When Casey Helbling went to get his driver’s license renewed, the woman behind the counter did a double take. The 36-year-old software engineer and father of three had lost more than 40 pounds since his last visit to the Minneapolis DMV, and the clerk had trouble believing he was the same man in the license photo.

After months of exercise, triathlon training and healthier eating, Helbling’s physique had slimmed dramatically. As his body changed, his clothing needed shifting as well — but it took him awhile to come to terms with that.

“I dragged my feet on buying new clothes at first, mostly because I’d lost weight before and regained it pretty quickly,” Helbling says. “I guess I was in denial that I had actually changed my life and wasn’t going to be overweight anymore. During that six months of holding out, I looked terrible.”

Once Helbling accepted his new, fitter reality and started shopping, his work clothes were the first things needing a promotion. “I had tons of button-down dress shirts that I was just swimming in.

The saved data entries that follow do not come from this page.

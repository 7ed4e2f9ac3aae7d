package saltspoke.atmosphere.stations;

/**
 * When a month counts. WMO-No. 1203 (2017), "Guidelines on the Calculation of Climate Normals",
 * leaves a month out when eleven days or more, or five in a row, are missing; here the first rule
 * is taken more strictly: at least 80 % of the reports that the station's own rhythm (one an hour,
 * or one in three hours) would give.
 */
final class Coverage {
  /** Least share of the expected reports, 0..1. */
  static final double LEAST_SHARE = 0.8;

  /** Days in a row that may not be missing (WMO-No. 1203). */
  static final int LONGEST_GAP_DAYS = 5;

  /** The rhythms that are known: a synoptic station reports every three hours. */
  private static final int SYNOPTIC_HOURS = 3;

  /** Share of reports at three-hourly distance from which a year counts as synoptic. */
  private static final double MOSTLY = 0.7;

  private Coverage() {}

  /** What a month came to. */
  enum Verdict {
    KEPT,
    /** No report at all. */
    EMPTY,
    TOO_FEW,
    LONG_GAP
  }

  /** Places from one report to the next that the year mostly keeps: 1 or, of hours, 3. */
  static int rhythm(YearHours year, boolean[] usable) {
    if (year.isDaily()) {
      return 1;
    }
    int before = -1;
    int all = 0;
    int synoptic = 0;
    for (int i = 0; i < year.slots(); i++) {
      if (usable[i]) {
        if (before >= 0) {
          all++;
          synoptic += i - before == SYNOPTIC_HOURS ? 1 : 0;
        }
        before = i;
      }
    }
    return synoptic > MOSTLY * all ? SYNOPTIC_HOURS : 1;
  }

  /** Whether a month counts, by its usable reports. */
  static Verdict of(YearHours year, int month, boolean[] usable, int rhythm) {
    int from = year.from(month);
    int to = year.from(month + 1);
    int count = 0;
    int gap = 0;
    int longest = 0;
    for (int i = from; i < to; i++) {
      if (usable[i]) {
        count++;
        gap = 0;
      } else {
        longest = Math.max(longest, ++gap);
      }
    }
    if (count == 0) {
      return Verdict.EMPTY;
    }
    if (count < LEAST_SHARE * (to - from) / rhythm) {
      return Verdict.TOO_FEW;
    }
    return longest >= LONGEST_GAP_DAYS * year.perDay() ? Verdict.LONG_GAP : Verdict.KEPT;
  }
}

I needed a whole set with my new measurements,” he says. Going from extra-large to medium also meant that he needed to buy everything from jeans and T-shirts to suits.

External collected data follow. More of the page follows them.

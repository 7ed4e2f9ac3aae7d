package saltspoke.faces.cli;

import java.util.Locale;
import saltspoke.atmosphere.AirClimate;
import saltspoke.atmosphere.Category;
import saltspoke.atmosphere.MetalCorrosivity;
import saltspoke.atmosphere.MonthAir;
import saltspoke.faces.Texts;
import saltspoke.places.Place;
import saltspoke.values.Note;
import saltspoke.values.Quantiles;

/** An answer about the air as plain text, eighty columns or so, a unit with every number. */
final class AirText {
  private AirText() {}

  static String of(AirClimate air, Texts texts) {
    StringBuilder out = new StringBuilder();
    place(out, air.place(), texts);
    out.append(texts.say(air.summary())).append("\n\n");
    line(
        out,
        "Year: %.1f °C, %.0f %% RH, %.0f wet hours (%s), %.0f mm rain, %.0f frost days",
        air.annual().temperatureC(),
        air.annual().relativeHumidityPct(),
        air.annual().wetHours(),
        air.wetnessClass(),
        air.annual().rainMm(),
        air.annual().frostDays());
    line(
        out,
        "Sea salt: %s mg Cl/(m² d) (%s)",
        range(air.chlorideDepositionMgPerM2Day()),
        air.salinityClass());
    line(
        out,
        "SO2: %s mg/(m² d) (%s, setting %s%s)",
        range(air.so2DepositionMgPerM2Day()),
        air.sulfurClass(),
        air.setting().id(),
        air.settingGiven() ? "" : ", guessed");
    line(
        out,
        "Road salt (outside the class): practice %s (%s confidence), %s treatments a winter",
        air.roadSalt().practice(),
        air.roadSalt().practiceConfidence(),
        range(air.roadSalt().treatmentsPerWinter()));
    out.append("\nmetal          first year, µm (10–90 %)       class  probability\n");
    for (MetalCorrosivity metal : air.corrosivity()) {
      line(
          out,
          "%-14s %-30s %-6s %s",
          metal.metal().id(),
          range(metal.firstYearLossUm()),
          metal.category(),
          probabilities(metal));
    }
    out.append("\nmonth  T °C   RH %  wet h  rain mm  near-freezing d  frost d  Cl mg/(m² d)\n");
    for (MonthAir month : air.months()) {
      line(
          out,
          "%5d  %5.1f  %4.0f  %5.0f  %7.0f  %15.1f  %7.1f  %12.1f",
          month.month(),
          month.temperatureC(),
          month.relativeHumidityPct(),
          month.wetHours(),
          month.rainMm(),
          month.nearFreezingDays(),
          month.frostDays(),
          month.chlorideDepositionMgPerM2Day());
    }
    notes(out, "\nTo know:", air.flags(), texts);
    return out.toString();
  }

  static void place(StringBuilder out, Place place, Texts texts) {
    String name = place.name().isEmpty() ? "Place" : place.name();
    line(
        out,
        "%s%s%s: %.4f, %.4f, %.0f m above the sea, %s km from it",
        name,
        place.regionName().isEmpty() ? "" : ", " + place.regionName(),
        place.countryCode().isEmpty() ? "" : ", " + place.countryCode(),
        place.latitudeDeg(),
        place.longitudeDeg(),
        place.elevationM(),
        texts.format(place.sea().distanceKm()));
    place.flags().forEach(flag -> out.append("  ").append(texts.say(flag)).append('\n'));
  }

  static void notes(StringBuilder out, String heading, Iterable<Note> notes, Texts texts) {
    out.append(heading).append('\n');
    for (Note note : notes) {
      out.append("  - ").append(texts.say(note)).append('\n');
    }
  }

  static String range(Quantiles quantiles) {
    return short3(quantiles.median())
        + " ("
        + short3(quantiles.p10())
        + "–"
        + short3(quantiles.p90())
        + ")";
  }

  static void line(StringBuilder out, String format, Object... values) {
    out.append(String.format(Locale.ROOT, format, values)).append('\n');
  }

  private static String short3(double value) {
    return new java.math.BigDecimal(value)
        .round(new java.math.MathContext(value >= 100 ? 3 : 2))
        .toPlainString();
  }

  private static String probabilities(MetalCorrosivity metal) {
    StringBuilder text = new StringBuilder();
    for (Category category : Category.values()) {
      double share = metal.categoryProbability().getOrDefault(category, 0.0);
      if (share >= 0.01) {
        text.append(String.format(Locale.ROOT, "%s %.0f %%  ", category, 100 * share));
      }
    }
    return text.toString().trim();
  }
}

As Helbling upgraded his closet, his self-image shifted accordingly. “Ditching my old belt — since I got to the last hole and needed an entirely smaller size — was a pretty great day,” he recalls. “Wearing clothes that fit well gave me increased confidence, both in my body and in general.”

Jennifer Baumgartner, PsyD, psychologist and author of You Are What You Wear (Da Capo Lifelong Books, 2012), asserts that the way we dress is closely tied to how we feel, particularly when our bodies are changing as the result of weight loss or improved fitness.

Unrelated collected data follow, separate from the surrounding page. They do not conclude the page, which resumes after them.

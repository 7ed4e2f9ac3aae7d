package saltspoke.faces.cli;

import java.io.IOException;
import java.io.InputStream;
import java.nio.file.Files;
import java.nio.file.Path;
import javax.imageio.ImageIO;
import picocli.CommandLine.Command;
import picocli.CommandLine.Mixin;
import picocli.CommandLine.Model.CommandSpec;
import picocli.CommandLine.Option;
import picocli.CommandLine.Parameters;
import picocli.CommandLine.Spec;
import saltspoke.atlas.ClimateComparison;
import saltspoke.atlas.Comparison;
import saltspoke.atlas.SiteComparison;
import saltspoke.atlas.WetnessComparison;
import saltspoke.atmosphere.MonthlyClimate;
import saltspoke.faces.json.ComparisonJson;
import saltspoke.faces.json.Json;
import saltspoke.fields.DataSet;
import saltspoke.places.PlaceDirectory;
import saltspoke.values.Refusal;

/** {@code compare}: judges the program's estimates by a file of measurements. */
@Command(
    name = "compare",
    description = {
      "Judge the program's estimates by a file of measurements.",
      "Files are CSV in UTF-8 with one header row; rows that do not read are listed and left out.",
      ""
    },
    footer = {
      "",
      "Examples:",
      "  saltspoke compare climate stations.csv",
      "  saltspoke compare wetness hourly.csv --json",
      "  saltspoke compare chloride sites.csv --picture chloride.png"
    })
final class CompareCommand implements Runnable {
  @Spec private CommandSpec spec;

  @Option(
      names = {"-h", "--help"},
      usageHelp = true,
      description = "Show this help.")
  private boolean help;

  @Override
  public void run() {
    spec.commandLine().usage(spec.commandLine().getOut());
  }

  /** What every comparison takes. */
  static final class Request {
    @Mixin private CommonOptions common;

    @Parameters(paramLabel = "FILE", description = "CSV file of measurements.")
    private Path file;

    @Option(
        names = "--worst",
        paramLabel = "N",
        description = "List the N stations farthest off, 0..1000 (5).")
    private int worst = 5;

    @Option(
        names = "--picture",
        paramLabel = "FILE.png",
        description = "Draw estimates over measurements.")
    private Path picture;
  }

  /** Reads an opened file of measurements. */
  private interface Judge {
    Comparison run(InputStream in, String fileName);
  }

  @Command(
      name = "climate",
      description = {
        "Monthly climate at stations. Columns:",
        "  latitude_deg, longitude_deg, elevation_m, temperature_c_01 … _12,",
        "  relative_humidity_pct_01 … _12",
        "and if there: diurnal_range_c_…, precipitation_mm_…, wind_speed_m_s_…, frost_days_…",
        "Bias of humidity is given by continent too: coarse boxes, Europe and Asia meet at 60° E."
      })
  int climate(@Mixin Request request) {
    DataSet data = Opening.dataSet(request.common.data);
    PlaceDirectory places = PlaceDirectory.open(data);
    return answer(
        request,
        new ClimateComparison(
                MonthlyClimate.from(data), (lat, lon) -> places.seaView(lat, lon).distanceKm())
            ::run);
  }

  @Command(
      name = "wetness",
      description = {
        "Wet hours of hourly records, from their own monthly means and from the shipped fields.",
        "Columns:",
        "  station, latitude_deg, longitude_deg, elevation_m, month, hour, temperature_c,",
        "  relative_humidity_pct",
        "A station's rows of one month stand in order of time; all twelve months are needed."
      })
  int wetness(@Mixin Request request) {
    DataSet data = Opening.dataSet(request.common.data);
    PlaceDirectory places = PlaceDirectory.open(data);
    return answer(
        request,
        new WetnessComparison(
                MonthlyClimate.from(data), (lat, lon) -> places.seaView(lat, lon).distanceKm())
            ::run);
  }

  @Command(
      name = "chloride",
      description = {
        "Sea-salt deposition at sites, from what the file says of them. Columns:",
        "  programme, station_id, distance_to_coast_km, elevation_m, wind_speed_m_s,",
        "  saline_wind_fraction (0..1), roughness (0..1), chloride_mg_m2_day"
      })
  int chloride(@Mixin Request request) {
    return answer(request, SiteComparison::chloride);
  }

  @Command(
      name = "corrosion",
      description = {
        "First-year losses by ISO 9223 from measured inputs. Columns:",
        "  site, temperature_c, relative_humidity_pct, so2_mg_m2_day, chloride_mg_m2_day",
        "and of carbon_steel_um, zinc_um, copper_um, aluminium_um those that were measured."
      })
  int corrosion(@Mixin Request request) {
    return answer(request, SiteComparison::corrosion);
  }

  private int answer(Request request, Judge judge) {
    if (request.worst < 0 || request.worst > 1000) {
      throw Refusal.outOfRange("worst", request.worst, "0..1000");
    }
    Comparison comparison = read(request.file, judge);
    if (request.picture != null) {
      draw(comparison, request.picture);
    }
    spec.commandLine()
        .getOut()
        .println(
            request.common.json
                ? Json.pretty(ComparisonJson.of(comparison, request.worst))
                : ComparisonText.of(comparison, request.worst));
    return ExitCode.DONE;
  }

  private static Comparison read(Path file, Judge judge) {
    if (!Files.isRegularFile(file)) {
      throw Refusal.notFound("unreadable-file", "FILE", file, "a CSV file that can be read");
    }
    try (InputStream in = Files.newInputStream(file)) {
      return judge.run(in, file.getFileName().toString());
    } catch (IOException e) {
      throw Refusal.notFound("unreadable-file", "FILE", file, "a CSV file that can be read");
    }
  }

  private static void draw(Comparison comparison, Path picture) {
    try {
      if (!ImageIO.write(ScatterPicture.of(comparison.series()), "png", picture.toFile())) {
        throw new IOException("no PNG writer");
      }
    } catch (IOException e) {
      throw Refusal.wrongUse(
          "unwritable-file", "picture", picture, "a file name in a folder that can be written");
    }
  }
}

“Just like any other behavior — relationship behavior, sleep behavior, eating behavior — what we wear can be an indicator of what’s going on internally,” she says. “There’s a constant conversation between the inside and the outside.”

Whether you have a new physique to reveal, are halfway to your goal or just starting your journey to better health, upgrading what you wear can help you improve not just your self-confidence and self-esteem, but also the quality of your daily experiences.

There’s science to support the notion that we benefit from dressing for the body and fitness level we want to have. I’ll get to that in a moment. For me, though, the most convincing evidence has come from my own personal experience.

Dressing Your Future Self

Last summer, when my sister, Jen, tried to convince me to join her for an easy run around the neighborhood, I emphatically declined. “I am not a runner,” I said. “Sure you are,” she replied. “You just don’t have the right clothes for the job. If you look like you know what you’re doing, you’ll feel like you know what you’re doing.”

I was dubious. Although I had recently recommitted to healthy eating and yoga, I hadn’t moved faster than a brisk walk since my high school gym teacher made me take the President’s Challenge Physical Fitness Test.

Still, I decided to test her theory. At a consignment store, we found hot-weather running capris and various comfortable tops; at a shoe warehouse, we scored lightweight running shoes; and at a discount store, we picked up the necessary sports bras and socks.

It turned out that Jen was right: When I put on the full ensemble, my muscles weren’t any more toned than before, but I felt a whole lot more like a runner — enough that I was willing to give it a try. That day, on my first-ever jog, I was able to (almost) keep up with my sister.

And a year later, that workout “costume” still gives me confidence when I catch my reflection in a coffee-shop window on mile four.

In a study published in the Journal of Experimental Social Psychology, scientists from Northwestern University’s Kellogg School of Management discovered that what we wear has a surprising impact on how we think. Researchers Hajo Adam, PhD, and Adam D. Galinsky, PhD, call the phenomenon “enclothed cognition.”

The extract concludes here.